From Ensembl, Javier talked about Enredo-Pecan-Ortheus (which we often nickname as EPO) pipeline. As some said afterwards to us “you’ve really solved the problem, haven’t you” – Javier was able to show clear evidence that each component was working well, better than competitive methods, and having a impact on real biological problems, for example, derived allele frequency. Its ability to handle duplications is a key innovation.
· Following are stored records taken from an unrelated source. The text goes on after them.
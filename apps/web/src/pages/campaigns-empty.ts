// What the campaign list says when it is empty: the next step fits the caller — an admin, someone
// who may start a campaign, someone with an invitation shown right above the list (point to it),
// or someone who has to ask a lead.
import type { CampaignRole } from '@resonote/contracts';
import { roleLabel } from '../lib/campaign-data.ts';

export interface EmptyListCase {
  isAdmin: boolean;
  canCreate: boolean;
  email: string | undefined;
  invitations: { campaignName: string; role: CampaignRole }[];
}

export function emptyListNextStep({ isAdmin, canCreate, email, invitations }: EmptyListCase): { title: string; text: string } {
  if (isAdmin) return { title: 'No campaigns yet', text: 'As admin you see every campaign of this instance once one exists. Use “New campaign” to start one.' };
  if (invitations.length === 1) {
    const [inv] = invitations;
    return {
      title: 'No campaigns yet — one invitation waits for you',
      text: `Accept the invitation to “${inv!.campaignName}” above to join it as ${roleLabel[inv!.role].toLowerCase()}; it then shows in this list.${canCreate ? ' You can also start a campaign of your own with “New campaign”.' : ''}`,
    };
  }
  if (invitations.length > 1) {
    return {
      title: `No campaigns yet — ${invitations.length} invitations wait for you`,
      text: `Accept an invitation above to join that campaign with the role it names; each one you accept shows in this list.${canCreate ? ' You can also start a campaign of your own with “New campaign”.' : ''}`,
    };
  }
  if (canCreate) return { title: 'No campaigns yet', text: 'Use “New campaign” to start one; you will be its lead and can add your team on its Plan tab.' };
  return {
    title: 'No campaigns yet',
    text: `A test lead adds you to a campaign with a role (lead, engineer or viewer). Ask your lead to add ${email ?? 'your address'} on the campaign's Plan tab, or to send you an invitation; it shows above as soon as it is sent. Only admins and leads start new campaigns.`,
  };
}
Javier and Kathryn are current wrestling in the “final” 2x genomes into this framework, from which point we will start to have a truly comprehensive grasp on mammalian DNA alignments. I also like it as Enredo is another “de bruijn graph” like mechanism. Currently the joke is that about 10 minutes into any conversation I say “well, the right way to solve this problem is to put the DNA sequence into a de bruijn graph”.

Going to CSHL biology of genomes is always a little wince making though as this field – high end genomics – really prefers to use the UCSC Genome Browser (which as I’ve written before on, is a good browser, and I take the use of it to be our challenge to make better interfaces for these users on our side). My informal counting of screen shots was > 20 UCSC, 4 Ensembl (sneaking one case of ‘Ensembl genes’ shown in the UCSC browser as a point for each side) and 0 NCBI shots. Well. It just shows the task ahead of us. e50! – our user interface relaunch – is coming together, and we will start focus-group testing soon – time for us to address our failings head on. I’ll be blogging more about this as we start to head towards broader testing.

Lots more to write about potentially – Neanderthals, Francis Collins singing in the NHGRI band (quite an experience), reduced representation libraries with Elliott, genome wide association studies (of which, I just _love_ the basic phenotype measures, from groups like Manolis Dermitzakis) and structural variation… but for the moment I’ve got to persuade my body to feel as if it is 11.30 at night and see if I can get a good nights sleep on the plane.